INPUT DATA
*** Block opens ***
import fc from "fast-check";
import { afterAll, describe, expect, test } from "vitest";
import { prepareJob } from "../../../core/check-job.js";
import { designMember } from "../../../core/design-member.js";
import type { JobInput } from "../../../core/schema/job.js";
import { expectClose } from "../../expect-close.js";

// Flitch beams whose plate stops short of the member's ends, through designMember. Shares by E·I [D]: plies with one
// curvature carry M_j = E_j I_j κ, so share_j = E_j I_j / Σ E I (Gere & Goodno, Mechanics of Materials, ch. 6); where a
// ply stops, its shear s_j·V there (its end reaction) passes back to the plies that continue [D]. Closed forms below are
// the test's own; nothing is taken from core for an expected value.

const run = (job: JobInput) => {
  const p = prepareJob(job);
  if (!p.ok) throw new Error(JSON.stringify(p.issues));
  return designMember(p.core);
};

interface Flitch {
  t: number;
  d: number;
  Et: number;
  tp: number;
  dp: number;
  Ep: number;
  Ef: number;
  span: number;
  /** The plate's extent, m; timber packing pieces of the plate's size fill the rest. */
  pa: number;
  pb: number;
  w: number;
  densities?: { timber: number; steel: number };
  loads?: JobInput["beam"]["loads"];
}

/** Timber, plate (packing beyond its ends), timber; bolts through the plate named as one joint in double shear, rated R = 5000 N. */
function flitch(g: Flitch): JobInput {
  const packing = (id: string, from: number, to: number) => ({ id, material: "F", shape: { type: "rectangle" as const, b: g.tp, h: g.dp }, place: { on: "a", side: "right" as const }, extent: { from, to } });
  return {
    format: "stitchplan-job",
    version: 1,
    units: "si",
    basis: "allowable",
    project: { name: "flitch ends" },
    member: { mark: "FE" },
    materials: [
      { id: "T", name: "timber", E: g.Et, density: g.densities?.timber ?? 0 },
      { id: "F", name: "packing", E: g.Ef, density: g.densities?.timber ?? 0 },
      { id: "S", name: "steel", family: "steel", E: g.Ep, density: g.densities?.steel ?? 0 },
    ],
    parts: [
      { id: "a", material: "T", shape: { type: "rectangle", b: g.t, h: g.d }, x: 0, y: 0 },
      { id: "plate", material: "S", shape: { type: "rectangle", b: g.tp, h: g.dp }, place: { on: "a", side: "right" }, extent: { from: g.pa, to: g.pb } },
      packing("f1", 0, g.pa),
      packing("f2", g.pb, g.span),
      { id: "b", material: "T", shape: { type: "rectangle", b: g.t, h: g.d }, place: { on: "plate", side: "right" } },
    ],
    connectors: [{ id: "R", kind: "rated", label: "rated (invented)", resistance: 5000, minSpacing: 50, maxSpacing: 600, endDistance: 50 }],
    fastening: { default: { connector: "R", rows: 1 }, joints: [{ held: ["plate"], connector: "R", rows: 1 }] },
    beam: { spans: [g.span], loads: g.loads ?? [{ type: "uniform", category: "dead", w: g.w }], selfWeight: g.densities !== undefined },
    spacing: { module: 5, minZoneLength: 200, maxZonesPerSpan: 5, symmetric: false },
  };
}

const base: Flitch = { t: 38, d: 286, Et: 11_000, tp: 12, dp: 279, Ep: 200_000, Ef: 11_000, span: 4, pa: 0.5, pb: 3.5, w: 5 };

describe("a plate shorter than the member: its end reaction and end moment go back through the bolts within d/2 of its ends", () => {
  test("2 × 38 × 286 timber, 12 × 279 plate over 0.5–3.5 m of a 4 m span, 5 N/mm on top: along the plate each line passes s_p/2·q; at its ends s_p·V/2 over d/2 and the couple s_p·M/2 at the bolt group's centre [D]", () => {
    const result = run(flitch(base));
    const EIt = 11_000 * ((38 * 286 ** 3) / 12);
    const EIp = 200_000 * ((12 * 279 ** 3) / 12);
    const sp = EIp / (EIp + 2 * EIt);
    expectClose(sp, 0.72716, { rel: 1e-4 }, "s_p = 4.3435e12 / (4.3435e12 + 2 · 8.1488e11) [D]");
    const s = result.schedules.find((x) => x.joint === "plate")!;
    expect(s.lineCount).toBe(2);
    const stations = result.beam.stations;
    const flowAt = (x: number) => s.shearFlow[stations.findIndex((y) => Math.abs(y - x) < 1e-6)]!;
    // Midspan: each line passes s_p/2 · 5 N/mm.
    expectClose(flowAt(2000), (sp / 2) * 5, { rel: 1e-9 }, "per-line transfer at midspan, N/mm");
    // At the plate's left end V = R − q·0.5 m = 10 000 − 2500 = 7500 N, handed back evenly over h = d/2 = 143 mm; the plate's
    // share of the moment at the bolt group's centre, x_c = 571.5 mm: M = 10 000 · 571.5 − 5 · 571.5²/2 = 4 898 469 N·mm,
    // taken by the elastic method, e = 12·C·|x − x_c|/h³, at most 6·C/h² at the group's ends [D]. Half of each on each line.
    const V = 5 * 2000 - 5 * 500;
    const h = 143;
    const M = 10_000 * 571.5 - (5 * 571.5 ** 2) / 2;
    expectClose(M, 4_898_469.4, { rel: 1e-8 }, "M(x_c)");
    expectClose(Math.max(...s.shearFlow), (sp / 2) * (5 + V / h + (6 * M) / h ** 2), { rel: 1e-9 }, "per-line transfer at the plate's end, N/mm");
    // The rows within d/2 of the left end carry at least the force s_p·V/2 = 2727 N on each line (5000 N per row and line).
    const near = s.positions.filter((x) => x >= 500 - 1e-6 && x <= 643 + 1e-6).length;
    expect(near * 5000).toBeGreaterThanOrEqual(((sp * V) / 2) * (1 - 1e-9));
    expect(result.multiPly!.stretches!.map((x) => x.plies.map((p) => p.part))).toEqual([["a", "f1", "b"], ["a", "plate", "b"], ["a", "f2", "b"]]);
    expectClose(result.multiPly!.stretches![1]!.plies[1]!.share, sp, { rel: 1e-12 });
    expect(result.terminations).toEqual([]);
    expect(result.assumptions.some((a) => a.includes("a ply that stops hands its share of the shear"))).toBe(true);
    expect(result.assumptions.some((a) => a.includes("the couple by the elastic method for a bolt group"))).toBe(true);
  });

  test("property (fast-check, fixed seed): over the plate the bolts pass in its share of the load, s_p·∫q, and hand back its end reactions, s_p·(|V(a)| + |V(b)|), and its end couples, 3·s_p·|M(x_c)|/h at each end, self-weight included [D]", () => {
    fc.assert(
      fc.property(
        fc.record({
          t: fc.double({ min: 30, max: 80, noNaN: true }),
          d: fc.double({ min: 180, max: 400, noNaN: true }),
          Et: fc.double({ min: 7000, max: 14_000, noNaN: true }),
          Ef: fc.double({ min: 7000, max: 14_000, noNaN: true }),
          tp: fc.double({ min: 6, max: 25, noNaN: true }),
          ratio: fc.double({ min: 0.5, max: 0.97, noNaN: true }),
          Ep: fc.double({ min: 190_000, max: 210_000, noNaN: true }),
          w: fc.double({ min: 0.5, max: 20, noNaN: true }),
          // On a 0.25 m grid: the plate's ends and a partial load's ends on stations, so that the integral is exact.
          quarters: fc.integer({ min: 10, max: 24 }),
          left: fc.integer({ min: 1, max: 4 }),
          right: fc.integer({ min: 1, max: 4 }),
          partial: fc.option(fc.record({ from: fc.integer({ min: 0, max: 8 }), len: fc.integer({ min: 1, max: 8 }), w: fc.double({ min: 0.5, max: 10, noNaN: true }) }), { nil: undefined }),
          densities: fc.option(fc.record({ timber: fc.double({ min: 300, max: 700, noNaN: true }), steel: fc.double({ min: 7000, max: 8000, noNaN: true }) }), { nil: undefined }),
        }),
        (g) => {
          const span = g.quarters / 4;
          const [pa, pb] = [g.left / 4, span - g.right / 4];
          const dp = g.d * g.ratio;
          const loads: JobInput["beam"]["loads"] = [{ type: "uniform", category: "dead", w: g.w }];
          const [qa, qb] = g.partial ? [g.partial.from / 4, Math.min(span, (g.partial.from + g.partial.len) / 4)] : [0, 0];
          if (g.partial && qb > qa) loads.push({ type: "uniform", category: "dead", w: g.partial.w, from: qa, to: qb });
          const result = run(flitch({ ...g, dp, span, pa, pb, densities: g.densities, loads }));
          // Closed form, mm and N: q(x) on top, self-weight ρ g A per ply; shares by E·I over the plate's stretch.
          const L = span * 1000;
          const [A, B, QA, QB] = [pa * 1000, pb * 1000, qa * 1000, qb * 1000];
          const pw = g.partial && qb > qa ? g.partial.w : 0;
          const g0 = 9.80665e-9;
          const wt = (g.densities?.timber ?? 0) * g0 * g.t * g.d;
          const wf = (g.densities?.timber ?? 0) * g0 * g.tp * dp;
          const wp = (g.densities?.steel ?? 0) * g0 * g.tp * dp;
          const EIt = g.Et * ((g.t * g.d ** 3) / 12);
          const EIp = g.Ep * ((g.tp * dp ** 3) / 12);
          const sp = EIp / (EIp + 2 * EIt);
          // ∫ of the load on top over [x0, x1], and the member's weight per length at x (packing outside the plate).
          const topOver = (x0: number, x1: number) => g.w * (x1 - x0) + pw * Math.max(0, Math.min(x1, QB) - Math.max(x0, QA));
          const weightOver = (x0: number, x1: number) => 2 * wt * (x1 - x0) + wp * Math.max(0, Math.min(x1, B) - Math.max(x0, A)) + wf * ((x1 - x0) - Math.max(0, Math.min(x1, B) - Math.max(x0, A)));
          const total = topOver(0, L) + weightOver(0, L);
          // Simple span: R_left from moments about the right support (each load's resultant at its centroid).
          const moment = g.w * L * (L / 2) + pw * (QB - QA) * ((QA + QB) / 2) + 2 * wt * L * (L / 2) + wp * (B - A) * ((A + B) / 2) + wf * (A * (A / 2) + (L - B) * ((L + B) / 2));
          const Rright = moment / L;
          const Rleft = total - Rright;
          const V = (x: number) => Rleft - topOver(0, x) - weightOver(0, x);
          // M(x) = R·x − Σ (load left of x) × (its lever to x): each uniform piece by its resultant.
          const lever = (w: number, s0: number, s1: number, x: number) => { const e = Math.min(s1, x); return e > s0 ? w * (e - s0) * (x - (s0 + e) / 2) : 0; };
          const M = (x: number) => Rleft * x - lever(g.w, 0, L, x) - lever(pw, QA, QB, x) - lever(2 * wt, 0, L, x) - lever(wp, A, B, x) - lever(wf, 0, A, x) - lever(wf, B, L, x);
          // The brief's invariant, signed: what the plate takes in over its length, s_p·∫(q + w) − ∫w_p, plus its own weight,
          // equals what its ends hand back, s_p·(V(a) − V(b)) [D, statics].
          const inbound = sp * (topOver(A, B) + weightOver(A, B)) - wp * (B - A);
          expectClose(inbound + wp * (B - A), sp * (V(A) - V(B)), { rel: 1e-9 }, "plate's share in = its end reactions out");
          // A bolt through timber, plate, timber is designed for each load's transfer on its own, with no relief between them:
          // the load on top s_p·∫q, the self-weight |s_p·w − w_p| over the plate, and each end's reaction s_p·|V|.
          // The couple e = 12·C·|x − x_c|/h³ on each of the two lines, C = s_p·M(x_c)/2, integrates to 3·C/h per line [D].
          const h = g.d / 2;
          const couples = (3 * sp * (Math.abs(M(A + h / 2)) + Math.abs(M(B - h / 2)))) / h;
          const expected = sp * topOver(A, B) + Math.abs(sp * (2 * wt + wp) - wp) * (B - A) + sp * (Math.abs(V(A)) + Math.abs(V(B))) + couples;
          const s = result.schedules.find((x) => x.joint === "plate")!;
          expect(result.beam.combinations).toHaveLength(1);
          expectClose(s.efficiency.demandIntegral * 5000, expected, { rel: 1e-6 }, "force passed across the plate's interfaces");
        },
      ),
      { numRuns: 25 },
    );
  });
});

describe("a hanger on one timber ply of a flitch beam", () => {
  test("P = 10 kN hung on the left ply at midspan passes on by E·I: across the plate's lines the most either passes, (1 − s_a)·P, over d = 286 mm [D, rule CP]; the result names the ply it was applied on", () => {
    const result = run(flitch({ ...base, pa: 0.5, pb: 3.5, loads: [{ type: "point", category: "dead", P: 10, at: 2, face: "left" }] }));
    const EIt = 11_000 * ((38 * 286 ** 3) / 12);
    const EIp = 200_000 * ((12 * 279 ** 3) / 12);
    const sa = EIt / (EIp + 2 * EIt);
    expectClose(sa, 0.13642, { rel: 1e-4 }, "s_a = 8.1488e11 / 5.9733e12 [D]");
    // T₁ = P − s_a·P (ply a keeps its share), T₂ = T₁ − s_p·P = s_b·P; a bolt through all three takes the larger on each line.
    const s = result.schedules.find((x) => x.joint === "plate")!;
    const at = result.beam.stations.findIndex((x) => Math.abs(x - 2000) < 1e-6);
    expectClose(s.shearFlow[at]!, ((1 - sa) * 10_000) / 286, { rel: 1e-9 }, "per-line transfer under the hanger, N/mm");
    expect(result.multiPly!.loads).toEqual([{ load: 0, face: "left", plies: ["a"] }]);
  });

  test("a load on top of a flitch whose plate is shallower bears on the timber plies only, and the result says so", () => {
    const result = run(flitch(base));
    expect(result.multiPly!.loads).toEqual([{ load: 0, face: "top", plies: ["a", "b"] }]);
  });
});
*** Block closes ***
List all lines in the material containing the string "stretches".

    expect(result.multiPly!.stretches!.map((x) => x.plies.map((p) => p.part))).toEqual([["a", "f1", "b"], ["a", "plate", "b"], ["a", "f2", "b"]]);
    expectClose(result.multiPly!.stretches![1]!.plies[1]!.share, sp, { rel: 1e-12 });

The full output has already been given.